Artist's Statement

Todd Stewart

(40x50” Archival Inkjet Prints) The photographs included in There It Is. Take It! were made during a series of site visits to Owens Lake, a now dry lake bed located in Southeastern California. One of the largest single sources of particulate matter pollution in the United States, the lake was mostly full until the 1913 diversion of the Owens River into the Los Angeles Aqueduct altered the natural flow of water through the Owens Valley. After decades of legal battles, in 2001 the Los Angeles Department of Water and Power was ordered to begin dust mitigation efforts at the site designed to reduce damage done to the lake and to lessen the danger of toxic pollutants. Today Owens Lake is subjugated by the infrastructure of the Anthropocene. The terrain seen in these photographs is not some imagined dystopian landscape of the future. It is instead the very real evidence of an environmental history characterized by greed and hubris. Landscapes are constructs. They are derived from the layering of a particular physical geography with the cultural, political, and ideological concerns of those that inhabit them. Because they represent an accumulation of human activity over time, their meaning is contingent upon both historical and contemporary values.
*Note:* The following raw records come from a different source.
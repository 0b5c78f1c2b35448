//! The open specimen: the stack, the landmarks with their history, settings and results.
//! Serialisable state lives in [`ductline::project::Project`]; this adds what is derived.

use ductline::centreline::{Centreline, FitSettings};
use ductline::landmarks::LandmarkSet;
use ductline::measure::{MeasureSettings, Override};
use ductline::pipeline::{self, Outcome};
use ductline::project::Project;
use ductline::stack::{Stack, VoxelSize};
use std::path::{Path, PathBuf};
use std::sync::Arc;

pub struct Doc {
    pub stack: Arc<Stack>,
    pub stack_path: PathBuf,
    pub project_path: Option<PathBuf>,
    pub lms: LandmarkSet,
    pub fit: FitSettings,
    pub measure: MeasureSettings,
    pub species: String,
    pub overrides: Vec<Override>,
    /// The centreline fitted to the current landmarks, or why it cannot be.
    pub fitted: Result<Centreline, String>,
    pub outcome: Option<Outcome>,
    /// Landmarks or settings changed since the last measure.
    pub stale: bool,
    /// Unsaved changes.
    pub dirty: bool,
    pub range: (f32, f32),
    /// Display window: grey values mapped to black and white.
    pub window: [f32; 2],
    /// The voxel size was given by the user (kept in the project).
    pub user_voxel: bool,
    /// A block-averaged copy for zoomed-out views of large stacks (built in the background).
    pub overview: Option<Arc<Stack>>,
    /// Size and fingerprint of the stack on disk, taken once when it was loaded (for saves).
    pub fingerprint: Option<(u64, String)>,
    /// The folder unsaved work is kept in (the user's data folder; never beside the stack, which
    /// may be read-only or the bundled sample in the install).
    pub autosave_dir: PathBuf,
    /// Landmarks the last trace proposed, for review: drawn apart until accepted (see [`Doc::pending`]).
    pub proposals: Vec<ductline::trace::Proposed>,
    /// Counts refit requests: a background refit's answer is taken only if no later one was made.
    pub fit_gen: u64,
}

impl Doc {
    /// The proposals not settled yet, with their index: a proposal is settled while a placed
    /// landmark of its kind lies within one voxel of it (accepted, then maybe nudged; or placed
    /// there by hand; neighbouring proposals lie farther apart), so undoing an acceptance shows it
    /// again.
    pub fn pending(&self) -> Vec<(usize, ductline::trace::Proposed)> {
        let near = self.stack.voxel.as_ref().map_or(0.0, |v| v.max());
        self.proposals
            .iter()
            .copied()
            .enumerate()
            .filter(|(_, pr)| !self.lms.items.iter().any(|l| l.kind == pr.lm.kind && ductline::frame::v3::dist(l.p, pr.lm.p) <= near.max(1e-9)))
            .collect()
    }

    /// A document for a loaded stack; `range` and `window` come from [`looks`] (computed off the
    /// UI thread, since they read the whole stack).
    pub fn new(stack: Stack, stack_path: PathBuf, (range, window): ((f32, f32), [f32; 2])) -> Doc {
        let mut d = Doc {
            stack: Arc::new(stack),
            stack_path,
            project_path: None,
            lms: LandmarkSet::default(),
            fit: FitSettings::default(),
            measure: MeasureSettings::default(),
            species: "human".into(),
            overrides: vec![],
            fitted: Err(String::new()),
            outcome: None,
            stale: true,
            dirty: false,
            range,
            window,
            user_voxel: false,
            overview: None,
            autosave_dir: default_autosave_dir(),
            fingerprint: None,
            proposals: vec![],
            fit_gen: 0,
        };
        d.refit();
        d
    }

    /// Takes landmarks and settings from a project.
    pub fn with_project(mut self, p: Project, path: Option<PathBuf>) -> Doc {
        self.lms = LandmarkSet::new(p.landmarks);
        self.fit = p.fit;
        self.measure = p.measure;
        self.species = p.species;
        self.overrides = p.overrides;
        self.proposals = p.proposals;
        self.user_voxel = p.voxel_um.is_some();
        self.project_path = path;
        self.refit();
        self
    }

    pub fn to_project(&self, project_path: &Path) -> ductline::Result<Project> {
        let mut p = Project::unsaved(&self.stack_path);
        let (bytes, hash) = match &self.fingerprint {
            Some(f) => f.clone(),
            None => ductline::project::fingerprint(&self.stack_path)?,
        };
        p.stack = ductline::project::StackRef { path: ductline::project::relative(&self.stack_path, project_path), bytes, hash };
        p.voxel_um = if self.user_voxel { self.stack.voxel.as_ref().map(|v| v.mm.map(|x| x * 1000.0)) } else { None };
        p.species = self.species.clone();
        p.landmarks = self.lms.items.clone();
        p.fit = self.fit.clone();
        p.measure = self.measure.clone();
        p.overrides = self.overrides.clone();
        // proposals still awaiting review (accepted ones are landmarks now)
        p.proposals = self.pending().into_iter().map(|(_, pr)| pr).collect();
        Ok(p)
    }

    /// Refits the centreline now, on this thread (tens of milliseconds on a full specimen; after
    /// an edit in the app the refit runs in the background instead). A refit still running in
    /// the background for an earlier state is then dropped when it answers.
    pub fn refit(&mut self) {
        self.fit_gen += 1;
        self.fitted = pipeline::fit(&self.lms.items, &self.fit, self.voxel_mm()).map_err(|e| e.to_string());
        self.stale = true;
    }

    /// The largest voxel side (mm), 0 when unknown.
    pub fn voxel_mm(&self) -> f64 {
        self.stack.voxel.as_ref().map(|v| v.max()).unwrap_or(0.0)
    }

    pub fn set_voxel(&mut self, v: VoxelSize) {
        // a copy only when a background job still holds the stack (memory maps are shared)
        // the overview keeps its blocks; its voxels are b times larger
        if let Some(ov) = &mut self.overview {
            let b = (self.stack.dims[0] as f64 / ov.dims[0] as f64).round().max(1.0);
            Arc::make_mut(ov).voxel = Some(VoxelSize { mm: v.mm.map(|x| x * b), ..v.clone() });
        }
        Arc::make_mut(&mut self.stack).voxel = Some(v);
        self.user_voxel = true;
        self.dirty = true;
        self.outcome = None;
    }

    /// The overview's block size for a stack: none under 512 MB, else the smallest power of two that
    /// brings it (as f32) under 256 MB.
    pub fn overview_factor(stack: &Stack) -> Option<usize> {
        let bytes = stack.samples.len() as f64 * 4.0;
        if stack.bytes() < (512 << 20) {
            return None;
        }
        let mut b = 2;
        while bytes / (b * b * b) as f64 > (256 << 20) as f64 {
            b *= 2;
        }
        Some(b)
    }

    /// Where unsaved work is kept every 30 s (see [`autosave_path`]).
    pub fn autosave_path(&self) -> PathBuf {
        autosave_path(&self.autosave_dir, self.project_path.as_deref(), &self.stack_path)
    }
}

/// The per-user folder for autosaves: the platform's data folder (on Linux
/// `$XDG_DATA_HOME/ductline/autosave`, else `~/.local/share/ductline/autosave`), else the
/// temporary folder.
pub fn default_autosave_dir() -> PathBuf {
    directories::ProjectDirs::from("", "", "ductline").map(|d| d.data_dir().join("autosave")).unwrap_or_else(|| std::env::temp_dir().join("ductline-autosave"))
}

/// The autosave file of a project (or of a stack opened without one) in `dir`: its name and a
/// hash of its absolute path, so two specimens of the same name never share one.
pub fn autosave_path(dir: &Path, project: Option<&Path>, stack: &Path) -> PathBuf {
    let of = project.unwrap_or(stack);
    let abs = std::path::absolute(of).unwrap_or_else(|_| of.to_path_buf());
    // FNV-1a, 64 bits (a stable hash: the name must be the same in the next session)
    let h = abs.to_string_lossy().bytes().fold(0xcbf2_9ce4_8422_2325u64, |h, b| (h ^ b as u64).wrapping_mul(0x0100_0000_01b3));
    let stem = of.file_name().map(|s| s.to_string_lossy().replace(".ductline.json", "").replace(".json", "")).unwrap_or_else(|| "stack".into());
    dir.join(format!("{stem}-{h:016x}.autosave.json"))
}

/// Value range and automatic window of a stack (reads it all: call it off the UI thread).
pub fn looks(stack: &Stack) -> ((f32, f32), [f32; 2]) {
    (stack.value_range(), auto_window(stack))
}

/// Window from the 0.5 and 99.5 percentiles of a sample of the voxels.
pub fn auto_window(stack: &Stack) -> [f32; 2] {
    let n = stack.samples.len();
    let step = (n / 200_000).max(1);
    let mut v: Vec<f32> = (0..n).step_by(step).map(|i| stack.samples.get(i)).filter(|x| x.is_finite()).collect();
    if v.is_empty() {
        return [0.0, 1.0];
    }
    v.sort_by(f32::total_cmp);
    let lo = v[v.len() / 200];
    let hi = v[v.len() - 1 - v.len() / 200];
    if hi > lo { [lo, hi] } else { [lo, lo + 1.0] }
}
There it is. Take It! is one of a series of projects that collectively form a larger body of work I envision as a framework for both understanding and representing the complex relationship between nature and humanity. As an artist, I am engaged in a dialogical practice that seeks to create a space where conversations about this relationship might happen. I believe the questions we ask are often much more significant than any answers we might provide, and that contradiction and complexity are the dominant characteristics of all knowledge. I firmly believe that if we are to address our tenuous relationship to the natural world, we must work toward solutions that recognize this reality.